At its 2026 North America Technology Symposium, TSMC unveiled a roadmap that highlights where the world’s largest contract chipmaker is placing its boldest bets and where it is choosing restraint.
The semiconductor giant plans to open an advanced chip packaging facility in Arizona by 2029, even as it signals it will further optimize existing manufacturing processes before adopting next-generation high-NA EUV lithography machines from ASML.
The announcements reflect a deeper strategic shift now reshaping the semiconductor industry: advanced packaging, the art of integrating multiple chips into powerful, high-performance modules, is becoming just as critical as transistor fabrication itself, especially for artificial intelligence workloads.
TSMC has already broken ground on packaging capabilities at its Arizona campus.
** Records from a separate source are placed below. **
/// The driver appended to a copy of the report: acts on the O–C figure (the second
/// figure) as a reader would and writes what it saw as JSON into `<pre id="driver">`.
/// `KNOWN_X`, `KNOWN_Y` (data coordinates of the known timing) and `GROUP` (its observer)
/// are replaced before use.
const DRIVER: &str = r#"
window.addEventListener('load', function () {
  var out = {};
  function panel(fig, k) { return fig.querySelector('g.sc-panel[data-panel="' + k + '"]'); }
  function span(g) { return [Number(g.getAttribute('data-x-min')), Number(g.getAttribute('data-x-max'))]; }
  function yspan(g) { return [Number(g.getAttribute('data-y-min')), Number(g.getAttribute('data-y-max'))]; }
  function frame(g) { return g.querySelector('rect.sc-frame').getBoundingClientRect(); }
  // Screen position of data (x, y) in panel g (y upwards unless inverted).
  function at(g, x, y, inverted) {
    var r = frame(g), xs = span(g), ys = yspan(g);
    var fy = (y - ys[0]) / (ys[1] - ys[0]);
    return { x: r.left + (x - xs[0]) / (xs[1] - xs[0]) * r.width, y: inverted ? r.top + fy * r.height : r.bottom - fy * r.height };
  }
  function fire(target, type, p, extra) {
    var init = { clientX: p.x, clientY: p.y, bubbles: true, cancelable: true, pointerId: 1, isPrimary: true };
    for (var k in extra || {}) { init[k] = extra[k]; }
    var ev = type === 'wheel' ? new WheelEvent(type, init) : type === 'dblclick' ? new MouseEvent(type, init) : new PointerEvent(type, init);
    target.dispatchEvent(ev);
  }
  function tipText(fig) { var t = fig.querySelector('.sc-tip'); return t.hidden ? '' : t.textContent; }
  function tipRows(fig) {
    return [].map.call(fig.querySelectorAll('.sc-tip tr'), function (tr) { return [tr.cells[0].textContent, tr.cells[1].textContent]; });
  }
  var figs = document.querySelectorAll('figure.report-figure');
  var fig = figs[1], svg = fig.querySelector('svg.sc-plot');
  var main = function () { return panel(fig, 0); }, resid = function () { return panel(fig, 1); };
  out.initial = span(main());
  out.initialResid = span(resid());
  // 1. Hover over the known timing.
  var p = at(main(), KNOWN_X, KNOWN_Y, false);
  fire(svg, 'pointermove', p);
  out.hover = tipText(fig);
  out.hoverHead = fig.querySelector('.sc-tip-head').textContent;
  out.hoverRows = tipRows(fig);
  out.hoverPoint = fig.querySelector('.sc-tip').getAttribute('data-point');
  // 2. Legend toggle: hide the observer's timings, in both panels.
  var button = fig.querySelector('button.sc-legend[data-group="GROUP"]');
  out.buttonFound = !!button;
  button.click();
  out.pressedAfterHide = button.getAttribute('aria-pressed');
  out.hiddenLayers = [].map.call(fig.querySelectorAll('g.sc-layer[data-group="GROUP"]'), function (g) { return g.getAttribute('display'); });
  out.otherLayers = [].map.call(fig.querySelectorAll('g.sc-layer:not([data-group="GROUP"])'), function (g) { return g.getAttribute('display'); });
  fire(svg, 'pointermove', at(main(), KNOWN_X, KNOWN_Y, false));
  out.hoverWhileHidden = tipText(fig);
  button.click();
  out.shownLayers = [].map.call(fig.querySelectorAll('g.sc-layer[data-group="GROUP"]'), function (g) { return g.getAttribute('display'); });
  out.pressedAfterShow = button.getAttribute('aria-pressed');
  // 3. Zoom with the wheel at the known timing (x only with Shift in the second turn).
  p = at(main(), KNOWN_X, KNOWN_Y, false);
  fire(svg, 'wheel', p, { deltaY: -500 });
  out.zoomed = span(main());
  out.zoomedResid = span(resid());
  out.zoomedY = yspan(main());
  fire(svg, 'pointermove', at(main(), KNOWN_X, KNOWN_Y, false));
  out.hoverZoomed = tipText(fig);
  // 4. Drag to pan by 100 screen pixels to the right.
  var before = span(main()), width = frame(main()).width;
  p = at(main(), (before[0] + before[1]) / 2, (yspan(main())[0] + yspan(main())[1]) / 2, false);
  fire(svg, 'pointerdown', p);
  fire(svg, 'pointermove', { x: p.x + 50, y: p.y });
  fire(svg, 'pointermove', { x: p.x + 100, y: p.y });
  fire(svg, 'pointerup', { x: p.x + 100, y: p.y });
  out.beforePan = before;
  out.panned = span(main());
  out.panWidth = width;
  // 5. Reset.
  fig.querySelector('button.sc-reset').click();
  out.reset = span(main());
  out.resetResid = span(resid());
  // 6. The folded figure: magnitudes downwards, phases −0.25 to 1.25 shown.
  var folded = figs[3], fp = panel(folded, 0);
  var ticks = [].map.call(fp.querySelectorAll('text.sc-tick-y'), function (t) { return [Number(t.textContent), t.getBoundingClientRect().top]; });
  out.foldedTicks = ticks;
  out.foldedX = span(fp);
  // 7. Printing shows the static figures.
  var print = [];
  [].forEach.call(document.styleSheets, function (sheet) {
    [].forEach.call(sheet.cssRules, function (rule) { if (rule.media && rule.media.mediaText === 'print') { print.push(rule.cssText); } });
  });
  out.print = print.join(' ');
  var pre = document.createElement('pre');
  pre.id = 'driver';
  pre.textContent = JSON.stringify(out);
  document.body.appendChild(pre);
});
"#;

/// The text of `<pre id="driver">` in a dumped DOM, unescaped.
fn driver_output(dom: &str) -> serde_json::Value {
    let open = "<pre id=\"driver\">";
    let start =
        dom.find(open).unwrap_or_else(|| panic!("the driver wrote nothing; DOM tail: {}", tail(dom))) + open.len();
    let end = start + dom[start..].find("</pre>").expect("closed <pre>");
    let text = dom[start..end].replace("&lt;", "<").replace("&gt;", ">").replace("&quot;", "\"").replace("&amp;", "&");
    serde_json::from_str(&text).unwrap_or_else(|e| panic!("driver output is not JSON ({e}): {text}"))
}

fn tail(text: &str) -> &str {
    let cut = text.len().saturating_sub(600);
    let cut = (cut..text.len()).find(|&i| text.is_char_boundary(i)).unwrap_or(text.len());
    &text[cut..]
}

fn pair(v: &serde_json::Value) -> (f64, f64) {
    (v[0].as_f64().expect("number"), v[1].as_f64().expect("number"))
}

/// The value of the tooltip row `name` (rows as [name, value] pairs).
fn row<'a>(rows: &'a serde_json::Value, name: &str) -> &'a str {
    rows.as_array()
        .and_then(|r| r.iter().find(|p| p[0] == name))
        .and_then(|p| p[1].as_str())
        .unwrap_or_else(|| panic!("no row '{name}' in the tooltip: {rows}"))
}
Kevin Zhang, deputy co-chief operating officer, told reporters the company is “aggressively expanding” CoWoS and 3D-IC packaging technologies, with initial production targeted before 2029. TSMC is also working closely with partner Amkor Technology to accelerate the rollout.
TSMC executives noted that its first Arizona fab is already achieving yields comparable to its Taiwan facilities, with a second fab scheduled to begin production next year.
On the lithography front, TSMC is taking a more measured approach, indicating that it has no plans to deploy ASML’s high-numerical-aperture extreme ultraviolet (high-NA EUV) machines in high-volume production through at least 2029. Existing EUV systems remain sufficient for TSMC's roadmap, and the company is pursuing alternative design techniques and process optimizations to deliver continued performance improvements at a more sustainable cost.
Under the symposium theme “Expanding AI with Leadership Silicon,” TSMC introduced its A13 process node, the successor to the A14 technology introduced in 2025. A13 shrinks chip area by 6% while preserving full design-rule backward compatibility, easing customer migration to TSMC’s nanosheet transistor architecture. Production is slated for 2029. The company also previewed A12, which adds backside power delivery, a key feature for AI and high-performance computing, and extended its N2 family with the N2U variant, targeting 2028 volume production.
Packaging technologies received equal emphasis. TSMC is scaling its CoWoS platform, expanding it to 14 times reticle size by 2028. This will enable packages integrating roughly 10 compute dies and 20 high-bandwidth memory (HBM) stacks. An even larger configuration is slated for 2029, alongside a 40x-reticle System-on-Wafer solution. The company also confirmed that its co-packaged optics technology, which promises to to double power efficiency and slash data-center latency by up to 90%, remains on track for production in 2026.
TSMC's ambitious capacity expansion combined with disciplined restraint on tools reflects a semiconductor industry being reshaped by AI demand and the need to address evolving customer supply chain needs. Leading-edge fabs alone no longer define competitive advantage; packaging, supply-chain geography, and cost control now matter just as much. For US customers racing to build the next generation of AI systems, TSMC's Arizona build-out may prove as consequential as any single process-node breakthrough.